Comment on apprend aux sourds-muets à entendre par les yeux, d’après le seul mouvement des lèvres, et sans qu’on leur fasse aucun signe manuel.

Les sourds-muets n’ont appris à prononcer nos lettres, qu’en considérant avec attention quelles étaient les différentes positions de nos organes à mesure que nous prononcions très-distinctement chacune d’elles ; ils ont compris qu’ils devaient faire en second ce qu’ils nous voyaient faire avant eux. Nous étions le tableau vivant à la copie duquel ils s’efforçaient de travailler ; et lorsqu’ils y réussissaient avec notre secours, ils éprouvaient dans leurs organes une impression très-sensible, qu’ils ne pouvaient confondre avec celle que produisait une autre position des mêmes organes.

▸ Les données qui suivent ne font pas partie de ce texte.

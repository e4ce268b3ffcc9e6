#include <doctest/doctest.h>

#include <filesystem>
#include <fstream>
#include <string>
#include <string_view>
#include <vector>

#include <nlohmann/json.hpp>

#include "body/body.hpp"
#include "design/reader.hpp"
#include "design/writer.hpp"

namespace {

using Json = nlohmann::ordered_json;

// The design example of design-file.md, word for word.
constexpr std::string_view contract_example = R"({
  "format": "descent-sizer/design",
  "version": 1,
  "name": "free text",
  "body": "mars",
  "atmosphere": { "model": "exponential",
                  "surface_density_kg_m3": 0.020, "scale_height_m": 11100,
                  "temperature_K": 210, "gas_constant_J_kgK": 188.9, "gamma": 1.29 },
  "site":  { "elevation_m": -1000 },
  "entry": { "interface_altitude_m": 125000, "velocity_m_s": 5600,
             "flight_path_angle_deg": -13.0, "lift_to_drag": 0.0, "bank_angle_deg": 0.0 },
  "aeroshell": { "diameter_m": 2.6, "half_angle_deg": 70, "nose_radius_m": 0.65,
                 "drag_coefficient": 1.65 },
  "mass": { "entry_kg": 560, "heat_shield_kg": 60 },
  "parachute": { "type": "disk-gap-band", "diameter_m": 12.0, "drag_coefficient": 0.55,
                 "deploy_mach": 1.8 },
  "terminal": { "method": "retro", "isp_s": 220, "thrust_to_weight": 2.5,
                "touchdown_velocity_m_s": 2.0 }
})";

Json baseline() {
    return Json::parse(contract_example);
}

/// The baseline with one key set (added or replaced), by JSON pointer.
Json with(Json document, const std::string& pointer, Json value) {
    document[Json::json_pointer(pointer)] = std::move(value);
    return document;
}

/// The baseline with one key taken out, by JSON pointer.
Json without(Json document, const std::string& pointer) {
    const Json::json_pointer key(pointer);
    document[key.parent_pointer()].erase(key.back());
    return document;
}

ds::DesignReadResult read(const Json& document, const std::filesystem::path& base = {}) {
    return ds::read_design(document.dump(), base);
}

std::string error_list(const ds::DesignReadResult& result) {
    std::string text;
    for (const auto& error : result.errors)
        text += error.text() + "\n";
    return text;
}

/// True when an error sits at exactly this path and its message holds the fragment.
bool has_error(const ds::DesignReadResult& result, std::string_view path,
               std::string_view fragment) {
    for (const auto& error : result.errors) {
        if (error.path == path && error.message.find(fragment) != std::string::npos)
            return true;
    }
    return false;
}

/// The reading failed with exactly one error, at `path`, whose message contains `fragment`.
bool only_error(const ds::DesignReadResult& result, std::string_view path,
                std::string_view fragment) {
    return result.errors.size() == 1 && has_error(result, path, fragment);
}

/// A scratch folder for files a test writes, removed when the test ends.
class ScratchFolder {
public:
    explicit ScratchFolder(std::string_view name)
        : path_(std::filesystem::temp_directory_path() /
                ("descent_sizer_test_reader_" + std::string(name))) {
        std::filesystem::remove_all(path_);
        std::filesystem::create_directories(path_);
    }
    ~ScratchFolder() {
        std::error_code ignored;
        std::filesystem::remove_all(path_, ignored);
    }
    ScratchFolder(const ScratchFolder&) = delete;
    ScratchFolder& operator=(const ScratchFolder&) = delete;

    std::filesystem::path write(const std::string& relative, const std::string& text) const {
        const auto file = path_ / relative;
        std::filesystem::create_directories(file.parent_path());
        std::ofstream(file) << text;
        return file;
    }

private:
    std::filesystem::path path_;
};

/// A table atmosphere around Mars-like values, from -2 km to 130 km.
Json table_rows() {
    return Json::array({
        {{"altitude_m", -2000}, {"density_kg_m3", 0.024}, {"temperature_K", 215}},
        {{"altitude_m", 40000}, {"density_kg_m3", 0.0008}, {"temperature_K", 180}},
        {{"altitude_m", 130000}, {"density_kg_m3", 1e-8}, {"temperature_K", 140}},
    });
}

Json table_atmosphere(Json rows) {
    return {{"model", "table"}, {"rows", std::move(rows)}};
}

}  // namespace

TEST_CASE("the design example of design-file.md reads with the values it states") {
    const auto result = ds::read_design(contract_example);
    INFO(error_list(result));
    REQUIRE(result.ok());
    REQUIRE(result.errors.empty());
    const ds::Design& d = *result.design;
    CHECK(d.version == 1);
    CHECK(d.name == "free text");
    CHECK(d.body.preset == "mars");
    CHECK(d.body.body.radius_m == ds::body_preset("mars")->radius_m);
    CHECK(d.atmosphere.model == ds::AtmosphereModel::exponential);
    CHECK(d.atmosphere.surface_density_kg_m3 == 0.020);
    CHECK(d.atmosphere.scale_height_m == 11100.0);
    CHECK(d.atmosphere.temperature_K == 210.0);
    CHECK(d.atmosphere.gas_constant_J_kgK == 188.9);
    CHECK(d.atmosphere.gamma == 1.29);
    CHECK(d.atmosphere.density_scale == 1.0);
    CHECK(d.site.elevation_m == -1000.0);
    CHECK(d.entry.interface_altitude_m == 125000.0);
    CHECK(d.entry.velocity_m_s == 5600.0);
    CHECK(d.entry.flight_path_angle_deg == -13.0);
    CHECK(d.aeroshell.diameter_m == 2.6);
    CHECK_FALSE(d.aeroshell.size_for_ballistic_coefficient_kg_m2.has_value());
    CHECK(d.aeroshell.half_angle_deg == 70.0);
    CHECK(d.aeroshell.nose_radius_m == 0.65);
    CHECK(d.aeroshell.drag_coefficient == 1.65);
    CHECK(d.mass.entry_kg == 560.0);
    CHECK(d.mass.heat_shield_kg == 60.0);
    CHECK(d.parachute->type == "disk-gap-band");
    CHECK(d.parachute->diameter_m == 12.0);
    CHECK(d.parachute->drag_coefficient == 0.55);
    CHECK(d.parachute->trigger == ds::TriggerKind::mach);
    CHECK(d.parachute->trigger_value == 1.8);
    CHECK(d.terminal.method == ds::TerminalMethod::retro);
    CHECK(d.terminal.isp_s == 220.0);
    CHECK(d.terminal.thrust_to_weight == 2.5);
    CHECK(d.terminal.touchdown_velocity_m_s == 2.0);
    // Absent sections and keys keep their defaults.
    CHECK(d.mass.items.empty());
    CHECK_FALSE(d.parachute->mass_kg.has_value());
    CHECK_FALSE(d.decelerator.has_value());
    CHECK_FALSE(d.sequence.heat_shield_jettison_delay_s.has_value());
    CHECK_FALSE(d.sequence.heat_shield_jettison_dynamic_pressure_Pa.has_value());
    CHECK(d.sequence.ground_sensing_lock_s == ds::SequenceDesign{}.ground_sensing_lock_s);
    CHECK(d.sequence.separation_coast_s == ds::SequenceDesign{}.separation_coast_s);
    CHECK(d.terminal.throttle == ds::TerminalDesign{}.throttle);
    CHECK(d.terminal.propellant_reserve_fraction ==
          ds::TerminalDesign{}.propellant_reserve_fraction);
    CHECK(d.terminal.propellant_residual_fraction ==
          ds::TerminalDesign{}.propellant_residual_fraction);
    CHECK(d.limits.peak_deceleration_max_g == ds::Limits{}.peak_deceleration_max_g);
    CHECK(d.solver.max_steps == ds::SolverDesign{}.max_steps);
}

Par exemple, il leur était impossible de ne pas voir de leurs yeux, et de ne pas sentir dans leurs organes que le pa, le ta et le fa y opéraient des mouvemens bien différens les uns des autres. Lors donc qu’ils apercevaient ces différences de mouvement sur la bouche des personnes avec lesquelles ils vivaient, ils étaient avertis aussi certainement, que ces personnes prononçaient un pa, ou un ta, ou un fa, que nous le sommes nous-mêmes par la différence des sons qui viennent frapper nos oreilles.

Or, il ne faut point s’imaginer que les consonnes dures, telles que sont p, t, f, q, s, ch, soient les seules qui produisent à nos yeux une impression sensible lorsqu’on les prononce en notre présence. Je conviens qu’elles nous frappent davantage ; mais les autres consonnes et les voyelles ont aussi leurs caractères distinctifs que nos yeux peuvent apercevoir ; ce que nous avons dit (chap. Ier) sur la manière dont on doit s’y prendre pour montrer aux sourds-muets à les prononcer, en est la preuve ; mais il est juste d’en donner une autre qui, étant une preuve d’expérience, fera sans doute plus d’impression sur nos lecteurs.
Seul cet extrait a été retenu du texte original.